* Your assignment
Repeat each entry verbatim.

·····

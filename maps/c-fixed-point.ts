/**
 * Fixed-point form of a map for the C header: every number stored as int32 = physical × scale.
 * Integers make the CRC independent of any float formatting or compiler rounding, and suit
 * controllers without an FPU.
 *
 * Breakpoints are stored exactly or not at all: a moved breakpoint (12.75 % stored as 12.8 %)
 * shifts the whole surface on both sides of it, far more than any value rounding, so each axis
 * gets the smallest scale in AXIS_SCALES that holds all its breakpoints exactly, and a breakpoint
 * no scale holds is refused. Torque values are rounded to 0.1 N·m; a value error stays local
 * and is stated in the header as the computed largest difference from the app's lookup.
 */
import { MapInputError } from './errors'
import { crc32, int32LeBytes } from './crc32'
import { fixedLookup, type FixedGrid } from './c-lookup'
import { lookup } from './lookup'
import type { MapTable } from './table'

/**
 * Axis scales tried in order. 10 comes first so a map on the 0.1 grid gives the same arrays
 * (and CRCs) as headers made before per-axis scales; 1000 (0.001 % and 0.001 km/h) is the
 * finest, enough for any breakpoint typed with up to three decimals.
 */
export const AXIS_SCALES = [10, 100, 1000] as const

/** Stored value = round(N·m × VALUE_SCALE), halves away from zero. */
export const VALUE_SCALE = 10

// INT32_MIN is left out: its literal cannot be written in C without an expression.
const LIMIT = 2 ** 31 - 1

/**
 * Decimal places of the shortest decimal that reads back as x (ECMAScript String(x)), so float
 * error cannot pass for an exact value: 12.75 → 2, 0.1 + 0.2 (0.30000000000000004) → 17.
 * @example decimalPlaces(1e-7) // 7
 */
export function decimalPlaces(x: number): number {
  const [mantissa, exponent = '0'] = String(Math.abs(x)).split('e')
  return Math.max(0, (mantissa.split('.')[1]?.length ?? 0) - Number(exponent))
}

/** round(x × scale), halves away from zero (symmetric for regen and drive signs); no -0. */
function scaled(x: number, scale: number, what: string): number {
  const n = Math.sign(x) * Math.round(Math.abs(x * scale))
  if (!Number.isFinite(n) || Math.abs(n) > LIMIT) throw new MapInputError('out-of-range', `${what} (${x}) does not fit an int32 at scale ${scale}`)
  return n === 0 ? 0 : n
}

export interface FixedAxis {
  /** Stored integer = breakpoint × scale, exactly. */
  points: number[]
  scale: number
}

/**
 * An axis stored exactly at the smallest scale of AXIS_SCALES that holds every breakpoint.
 * Throws MapInputError 'axis-resolution' naming the first breakpoint no scale holds and the
 * nearest value the finest scale can hold.
 * @example fixedAxis([0, 12.75, 100], 'pedal', '%') // { points: [0, 1275, 10000], scale: 100 }
 */
export function fixedAxis(axis: readonly number[], name: string, unit: string): FixedAxis {
  const finest = AXIS_SCALES[AXIS_SCALES.length - 1]
  const needed = Math.max(0, ...axis.map(decimalPlaces))
  const scale = AXIS_SCALES.find((s) => s >= 10 ** needed)
  if (scale === undefined) {
    const i = axis.findIndex((v) => decimalPlaces(v) > Math.log10(finest))
    const nearest = scaled(axis[i], finest, `${name} breakpoint ${i + 1}`) / finest
    throw new MapInputError(
      'axis-resolution',
      `${name} breakpoint ${i + 1} (${axis[i]} ${unit}) cannot be stored exactly in the C header, which holds breakpoints to ${1 / finest} ${unit}; the nearest exportable value is ${nearest} ${unit}`,
    )
  }
  return { points: axis.map((v, i) => scaled(v, scale, `${name} breakpoint ${i + 1}`)), scale }
}

/** The header's numbers: axes exact at their scales, values round(N·m × VALUE_SCALE), row-major. */
export interface FixedTable extends FixedGrid {
  rowAxis: number[]
  colAxis: number[]
  values: number[]
  /** Largest |stored / valueScale − value| over all values, N·m. */
  maxRoundingNm: number
  /**
   * Largest |fixedLookup − lookup| over every breakpoint pair (cell corner) and every cell
   * centre, N·m: what firmware following the header's lookup can differ from the app by.
   */
  maxLookupDiffNm: number
}

/** The lookup points the stated difference covers: every breakpoint and every midpoint of adjacent breakpoints. */
function cornersAndCentres(axis: readonly number[]): number[] {
  return axis.flatMap((v, i) => (i + 1 < axis.length ? [v, (v + axis[i + 1]) / 2] : [v]))
}

/**
 * Largest |fixedLookup(fixed) − lookup(table)| over all cell corners and centres, N·m. Between
 * them the difference of two bilinear surfaces on the same grid is itself bilinear per cell, so
 * it cannot exceed the largest corner difference; the centres guard the mirror itself.
 * @example largestLookupDifference(t, toFixedTable(t)) // ≈ 0.05 when a value 280.25 is stored as 2803
 */
export function largestLookupDifference(table: MapTable, fixed: FixedGrid): number {
  let max = 0
  for (const p of cornersAndCentres(table.rowAxis))
    for (const s of cornersAndCentres(table.colAxis)) max = Math.max(max, Math.abs(fixedLookup(fixed, p, s) - lookup(table, p, s)))
  return max
}

/**
 * The fixed-point table of a validated map (at least 2 breakpoints per axis); throws
 * MapInputError for a breakpoint no axis scale holds exactly or a number that does not fit an int32.
 * @example toFixedTable(t).values // [0, 0, 15000, 9005] for values [[0, 0], [1500, 900.5]]
 */
export function toFixedTable(table: MapTable): FixedTable {
  const pedal = fixedAxis(table.rowAxis, 'pedal', '%')
  const speed = fixedAxis(table.colAxis, 'speed', 'km/h')
  let maxRoundingNm = 0
  const values = table.values.flatMap((row, r) =>
    row.map((v, c) => {
      const n = scaled(v, VALUE_SCALE, `value in row ${r + 1}, column ${c + 1}`)
      maxRoundingNm = Math.max(maxRoundingNm, Math.abs(n / VALUE_SCALE - v))
      return n
    }),
  )
  const fixed = { rowAxis: pedal.points, pedalScale: pedal.scale, colAxis: speed.points, speedScale: speed.scale, values, valueScale: VALUE_SCALE }
  return { ...fixed, maxRoundingNm, maxLookupDiffNm: largestLookupDifference(table, fixed) }
}

/**
 * The two CRCs the header carries (CRC-32/ISO-HDLC, see crc32.ts):
 * values — over the int32 values, row-major, 4 bytes each little-endian;
 * table — over the pedal axis, then the speed axis, then the values, same encoding.
 * @example headerCrcs(toFixedTable(t)).values === crc32(int32LeBytes(toFixedTable(t).values)) // true
 */
export function headerCrcs(f: Pick<FixedTable, 'rowAxis' | 'colAxis' | 'values'>): { values: number; table: number } {
  return { values: crc32(int32LeBytes(f.values)), table: crc32(int32LeBytes([...f.rowAxis, ...f.colAxis, ...f.values])) }
}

·····

* Response below
filename maps/c-fixed-point.ts
/**
 * Fixed-point form of a map for the C header: every number stored as int32 = physical × scale.
 * Integers make the CRC independent of any float formatting or compiler rounding, and suit
 * controllers without an FPU.
 *
 * Breakpoints are stored exactly or not at all: a moved breakpoint (12.75 % stored as 12.8 %)
 * shifts the whole surface on both sides of it, far more than any value rounding, so each axis
 * gets the smallest scale in AXIS_SCALES that holds all its breakpoints exactly, and a breakpoint
 * no scale holds is refused. Torque values are rounded to 0.1 N·m; a value error stays local
 * and is stated in the header as the computed largest difference from the app's lookup.
 */
import { MapInputError } from './errors'
import { crc32, int32LeBytes } from './crc32'
import { fixedLookup, type FixedGrid } from './c-lookup'
import { lookup } from './lookup'
import type { MapTable } from './table'

/**
 * Axis scales tried in order. 10 comes first so a map on the 0.1 grid gives the same arrays
 * (and CRCs) as headers made before per-axis scales; 1000 (0.001 % and 0.001 km/h) is the
 * finest, enough for any breakpoint typed with up to three decimals.
 */
export const AXIS_SCALES = [10, 100, 1000] as const

/** Stored value = round(N·m × VALUE_SCALE), halves away from zero. */
export const VALUE_SCALE = 10

// INT32_MIN is left out: its literal cannot be written in C without an expression.
const LIMIT = 2 ** 31 - 1

/**
 * Decimal places of the shortest decimal that reads back as x (ECMAScript String(x)), so float
 * error cannot pass for an exact value: 12.75 → 2, 0.1 + 0.2 (0.30000000000000004) → 17.
 * @example decimalPlaces(1e-7) // 7
 */
export function decimalPlaces(x: number): number {
  const [mantissa, exponent = '0'] = String(Math.abs(x)).split('e')
  return Math.max(0, (mantissa.split('.')[1]?.length ?? 0) - Number(exponent))
}

/** round(x × scale), halves away from zero (symmetric for regen and drive signs); no -0. */
function scaled(x: number, scale: number, what: string): number {
  const n = Math.sign(x) * Math.round(Math.abs(x * scale))
  if (!Number.isFinite(n) || Math.abs(n) > LIMIT) throw new MapInputError('out-of-range', `${what} (${x}) does not fit an int32 at scale ${scale}`)
  return n === 0 ? 0 : n
}

export interface FixedAxis {
  /** Stored integer = breakpoint × scale, exactly. */
  points: number[]
  scale: number
}

/**
 * An axis stored exactly at the smallest scale of AXIS_SCALES that holds every breakpoint.
 * Throws MapInputError 'axis-resolution' naming the first breakpoint no scale holds and the
 * nearest value the finest scale can hold.
 * @example fixedAxis([0, 12.75, 100], 'pedal', '%') // { points: [0, 1275, 10000], scale: 100 }
 */
export function fixedAxis(axis: readonly number[], name: string, unit: string): FixedAxis {
  const finest = AXIS_SCALES[AXIS_SCALES.length - 1]
  const needed = Math.max(0, ...axis.map(decimalPlaces))
  const scale = AXIS_SCALES.find((s) => s >= 10 ** needed)
  if (scale === undefined) {
    const i = axis.findIndex((v) => decimalPlaces(v) > Math.log10(finest))
    const nearest = scaled(axis[i], finest, `${name} breakpoint ${i + 1}`) / finest
    throw new MapInputError(
      'axis-resolution',
      `${name} breakpoint ${i + 1} (${axis[i]} ${unit}) cannot be stored exactly in the C header, which holds breakpoints to ${1 / finest} ${unit}; the nearest exportable value is ${nearest} ${unit}`,
    )
  }
  return { points: axis.map((v, i) => scaled(v, scale, `${name} breakpoint ${i + 1}`)), scale }
}

/** The header's numbers: axes exact at their scales, values round(N·m × VALUE_SCALE), row-major. */
export interface FixedTable extends FixedGrid {
  rowAxis: number[]
  colAxis: number[]
  values: number[]
  /** Largest |stored / valueScale − value| over all values, N·m. */
  maxRoundingNm: number
  /**
   * Largest |fixedLookup − lookup| over every breakpoint pair (cell corner) and every cell
   * centre, N·m: what firmware following the header's lookup can differ from the app by.
   */
  maxLookupDiffNm: number
}

/** The lookup points the stated difference covers: every breakpoint and every midpoint of adjacent breakpoints. */
function cornersAndCentres(axis: readonly number[]): number[] {
  return axis.flatMap((v, i) => (i + 1 < axis.length ? [v, (v + axis[i + 1]) / 2] : [v]))
}

/**
 * Largest |fixedLookup(fixed) − lookup(table)| over all cell corners and centres, N·m. Between
 * them the difference of two bilinear surfaces on the same grid is itself bilinear per cell, so
 * it cannot exceed the largest corner difference; the centres guard the mirror itself.
 * @example largestLookupDifference(t, toFixedTable(t)) // ≈ 0.05 when a value 280.25 is stored as 2803
 */
export function largestLookupDifference(table: MapTable, fixed: FixedGrid): number {
  let max = 0
  for (const p of cornersAndCentres(table.rowAxis))
    for (const s of cornersAndCentres(table.colAxis)) max = Math.max(max, Math.abs(fixedLookup(fixed, p, s) - lookup(table, p, s)))
  return max
}

/**
 * The fixed-point table of a validated map (at least 2 breakpoints per axis); throws
 * MapInputError for a breakpoint no axis scale holds exactly or a number that does not fit an int32.
 * @example toFixedTable(t).values // [0, 0, 15000, 9005] for values [[0, 0], [1500, 900.5]]
 */
export function toFixedTable(table: MapTable): FixedTable {
  const pedal = fixedAxis(table.rowAxis, 'pedal', '%')
  const speed = fixedAxis(table.colAxis, 'speed', 'km/h')
  let maxRoundingNm = 0
  const values = table.values.flatMap((row, r) =>
    row.map((v, c) => {
      const n = scaled(v, VALUE_SCALE, `value in row ${r + 1}, column ${c + 1}`)
      maxRoundingNm = Math.max(maxRoundingNm, Math.abs(n / VALUE_SCALE - v))
      return n
    }),
  )
  const fixed = { rowAxis: pedal.points, pedalScale: pedal.scale, colAxis: speed.points, speedScale: speed.scale, values, valueScale: VALUE_SCALE }
  return { ...fixed, maxRoundingNm, maxLookupDiffNm: largestLookupDifference(table, fixed) }
}

/**
 * The two CRCs the header carries (CRC-32/ISO-HDLC, see crc32.ts):
 * values — over the int32 values, row-major, 4 bytes each little-endian;
 * table — over the pedal axis, then the speed axis, then the values, same encoding.
 * @example headerCrcs(toFixedTable(t)).values === crc32(int32LeBytes(toFixedTable(t).values)) // true
 */
export function headerCrcs(f: Pick<FixedTable, 'rowAxis' | 'colAxis' | 'values'>): { values: number; table: number } {
  return { values: crc32(int32LeBytes(f.values)), table: crc32(int32LeBytes([...f.rowAxis, ...f.colAxis, ...f.values])) }
}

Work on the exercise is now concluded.